* [What you need to do] Your task is to transcribe, without alteration, the lines from the top of the material below through the line bearing "from planner.errors import InputError", inclusive.

Content starts

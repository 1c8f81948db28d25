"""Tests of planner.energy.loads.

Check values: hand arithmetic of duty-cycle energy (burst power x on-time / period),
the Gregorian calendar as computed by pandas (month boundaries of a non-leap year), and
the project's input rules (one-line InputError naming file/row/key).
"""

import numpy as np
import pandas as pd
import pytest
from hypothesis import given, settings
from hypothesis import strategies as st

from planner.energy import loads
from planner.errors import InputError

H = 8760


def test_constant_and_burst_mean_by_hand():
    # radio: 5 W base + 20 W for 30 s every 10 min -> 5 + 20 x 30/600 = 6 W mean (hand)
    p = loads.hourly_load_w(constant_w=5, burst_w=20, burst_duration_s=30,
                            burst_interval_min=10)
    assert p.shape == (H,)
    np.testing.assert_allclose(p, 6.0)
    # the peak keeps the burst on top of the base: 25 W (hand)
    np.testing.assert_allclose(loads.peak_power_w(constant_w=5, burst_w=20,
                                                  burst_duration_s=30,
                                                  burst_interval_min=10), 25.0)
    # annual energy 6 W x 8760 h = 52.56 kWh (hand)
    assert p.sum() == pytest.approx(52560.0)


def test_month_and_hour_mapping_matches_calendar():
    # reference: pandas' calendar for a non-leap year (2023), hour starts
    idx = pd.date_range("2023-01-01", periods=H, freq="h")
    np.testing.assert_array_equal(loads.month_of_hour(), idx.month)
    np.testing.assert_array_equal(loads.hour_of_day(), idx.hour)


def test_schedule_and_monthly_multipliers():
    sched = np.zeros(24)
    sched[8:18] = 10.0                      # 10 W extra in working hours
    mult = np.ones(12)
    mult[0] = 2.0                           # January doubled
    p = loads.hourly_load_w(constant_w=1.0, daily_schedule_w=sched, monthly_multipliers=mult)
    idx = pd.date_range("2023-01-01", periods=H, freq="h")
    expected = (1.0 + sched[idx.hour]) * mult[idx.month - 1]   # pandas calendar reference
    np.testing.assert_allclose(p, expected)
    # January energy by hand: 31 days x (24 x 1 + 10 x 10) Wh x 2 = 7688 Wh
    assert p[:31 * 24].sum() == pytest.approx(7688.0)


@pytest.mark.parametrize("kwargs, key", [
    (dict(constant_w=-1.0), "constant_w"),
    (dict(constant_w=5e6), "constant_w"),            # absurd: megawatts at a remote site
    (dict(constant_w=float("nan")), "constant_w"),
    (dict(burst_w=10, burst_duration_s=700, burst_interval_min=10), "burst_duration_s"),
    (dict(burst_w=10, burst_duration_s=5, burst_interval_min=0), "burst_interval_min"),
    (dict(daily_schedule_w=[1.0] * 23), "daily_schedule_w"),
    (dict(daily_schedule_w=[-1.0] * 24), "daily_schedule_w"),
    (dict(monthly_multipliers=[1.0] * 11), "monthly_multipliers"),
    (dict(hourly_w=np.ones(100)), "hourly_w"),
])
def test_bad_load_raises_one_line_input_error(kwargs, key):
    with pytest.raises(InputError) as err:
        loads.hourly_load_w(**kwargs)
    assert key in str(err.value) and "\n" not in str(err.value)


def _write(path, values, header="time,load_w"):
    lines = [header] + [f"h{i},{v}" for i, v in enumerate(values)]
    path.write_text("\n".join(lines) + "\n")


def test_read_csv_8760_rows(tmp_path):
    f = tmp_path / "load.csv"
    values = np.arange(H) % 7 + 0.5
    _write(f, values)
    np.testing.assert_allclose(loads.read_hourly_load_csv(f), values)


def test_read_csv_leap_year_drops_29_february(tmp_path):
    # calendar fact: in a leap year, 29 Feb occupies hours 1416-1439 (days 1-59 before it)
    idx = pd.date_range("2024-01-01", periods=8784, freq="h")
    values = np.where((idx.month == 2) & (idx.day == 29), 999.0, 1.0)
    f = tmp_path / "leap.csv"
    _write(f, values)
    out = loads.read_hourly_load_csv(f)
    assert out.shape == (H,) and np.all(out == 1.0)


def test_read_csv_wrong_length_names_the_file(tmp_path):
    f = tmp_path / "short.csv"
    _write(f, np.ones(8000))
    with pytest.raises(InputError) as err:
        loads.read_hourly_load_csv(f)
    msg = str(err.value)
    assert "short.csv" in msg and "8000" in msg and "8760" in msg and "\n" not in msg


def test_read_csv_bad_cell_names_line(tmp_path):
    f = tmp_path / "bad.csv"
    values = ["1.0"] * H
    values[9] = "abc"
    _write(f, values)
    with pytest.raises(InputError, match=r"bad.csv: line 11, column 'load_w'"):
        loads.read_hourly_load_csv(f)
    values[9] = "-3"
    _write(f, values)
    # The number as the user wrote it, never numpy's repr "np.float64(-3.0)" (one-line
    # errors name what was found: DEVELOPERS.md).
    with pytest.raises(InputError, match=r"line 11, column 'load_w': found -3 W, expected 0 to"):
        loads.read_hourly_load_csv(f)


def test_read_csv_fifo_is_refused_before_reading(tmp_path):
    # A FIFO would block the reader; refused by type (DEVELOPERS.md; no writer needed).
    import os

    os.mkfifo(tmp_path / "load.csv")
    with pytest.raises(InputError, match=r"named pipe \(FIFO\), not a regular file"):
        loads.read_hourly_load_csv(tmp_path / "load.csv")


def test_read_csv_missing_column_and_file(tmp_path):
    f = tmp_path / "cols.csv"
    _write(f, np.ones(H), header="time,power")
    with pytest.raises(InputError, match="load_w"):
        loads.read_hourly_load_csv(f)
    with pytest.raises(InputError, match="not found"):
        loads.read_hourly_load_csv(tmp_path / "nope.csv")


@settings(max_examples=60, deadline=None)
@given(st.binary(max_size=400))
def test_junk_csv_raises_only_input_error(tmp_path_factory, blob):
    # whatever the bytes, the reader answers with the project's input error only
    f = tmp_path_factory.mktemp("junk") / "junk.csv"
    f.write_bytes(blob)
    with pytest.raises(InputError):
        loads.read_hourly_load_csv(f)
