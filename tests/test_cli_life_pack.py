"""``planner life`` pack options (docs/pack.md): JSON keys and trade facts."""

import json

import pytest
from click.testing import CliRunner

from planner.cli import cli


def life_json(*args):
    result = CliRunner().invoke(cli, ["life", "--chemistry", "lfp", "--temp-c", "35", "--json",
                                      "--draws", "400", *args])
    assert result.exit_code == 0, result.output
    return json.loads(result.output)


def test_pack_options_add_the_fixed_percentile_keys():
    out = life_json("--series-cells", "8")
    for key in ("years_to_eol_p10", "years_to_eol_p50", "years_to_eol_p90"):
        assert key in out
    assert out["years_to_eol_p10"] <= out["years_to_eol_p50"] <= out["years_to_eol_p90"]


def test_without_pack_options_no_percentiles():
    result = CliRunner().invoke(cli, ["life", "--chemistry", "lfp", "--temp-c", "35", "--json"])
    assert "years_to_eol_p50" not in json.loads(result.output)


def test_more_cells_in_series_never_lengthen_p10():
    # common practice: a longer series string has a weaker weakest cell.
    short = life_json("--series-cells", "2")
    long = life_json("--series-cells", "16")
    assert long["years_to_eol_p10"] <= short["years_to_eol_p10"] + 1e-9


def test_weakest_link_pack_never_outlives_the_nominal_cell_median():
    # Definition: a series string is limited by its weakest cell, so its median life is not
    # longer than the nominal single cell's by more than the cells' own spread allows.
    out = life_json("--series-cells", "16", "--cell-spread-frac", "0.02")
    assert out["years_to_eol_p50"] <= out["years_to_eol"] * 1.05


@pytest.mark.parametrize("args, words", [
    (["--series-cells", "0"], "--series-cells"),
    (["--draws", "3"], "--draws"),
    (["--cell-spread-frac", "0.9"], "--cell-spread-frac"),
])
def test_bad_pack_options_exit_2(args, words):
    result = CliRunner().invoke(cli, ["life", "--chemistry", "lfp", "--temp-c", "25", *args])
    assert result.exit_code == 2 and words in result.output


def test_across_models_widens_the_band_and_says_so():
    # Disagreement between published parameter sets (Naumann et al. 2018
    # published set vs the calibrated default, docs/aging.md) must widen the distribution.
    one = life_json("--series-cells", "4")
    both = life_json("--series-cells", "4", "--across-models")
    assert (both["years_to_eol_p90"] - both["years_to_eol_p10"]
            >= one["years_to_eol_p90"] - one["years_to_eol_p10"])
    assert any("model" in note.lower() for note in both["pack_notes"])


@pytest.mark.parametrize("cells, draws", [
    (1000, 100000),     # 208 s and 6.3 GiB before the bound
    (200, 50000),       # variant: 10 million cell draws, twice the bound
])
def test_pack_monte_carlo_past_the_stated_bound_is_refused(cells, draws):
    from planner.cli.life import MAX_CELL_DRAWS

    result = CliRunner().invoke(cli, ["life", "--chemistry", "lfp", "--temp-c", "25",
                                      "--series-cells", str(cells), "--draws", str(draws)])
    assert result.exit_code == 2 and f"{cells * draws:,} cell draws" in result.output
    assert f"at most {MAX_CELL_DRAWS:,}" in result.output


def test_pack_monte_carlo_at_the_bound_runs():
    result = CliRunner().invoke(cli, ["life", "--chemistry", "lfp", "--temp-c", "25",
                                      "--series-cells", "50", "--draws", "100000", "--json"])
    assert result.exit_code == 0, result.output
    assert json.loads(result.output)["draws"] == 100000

Content ends

* [Task result]
repository 1c8f81948db28d25
"""Tests of planner.energy.loads.

Check values: hand arithmetic of duty-cycle energy (burst power x on-time / period),
the Gregorian calendar as computed by pandas (month boundaries of a non-leap year), and
the project's input rules (one-line InputError naming file/row/key).
"""

import numpy as np
import pandas as pd
import pytest
from hypothesis import given, settings
from hypothesis import strategies as st

from planner.energy import loads
from planner.errors import InputError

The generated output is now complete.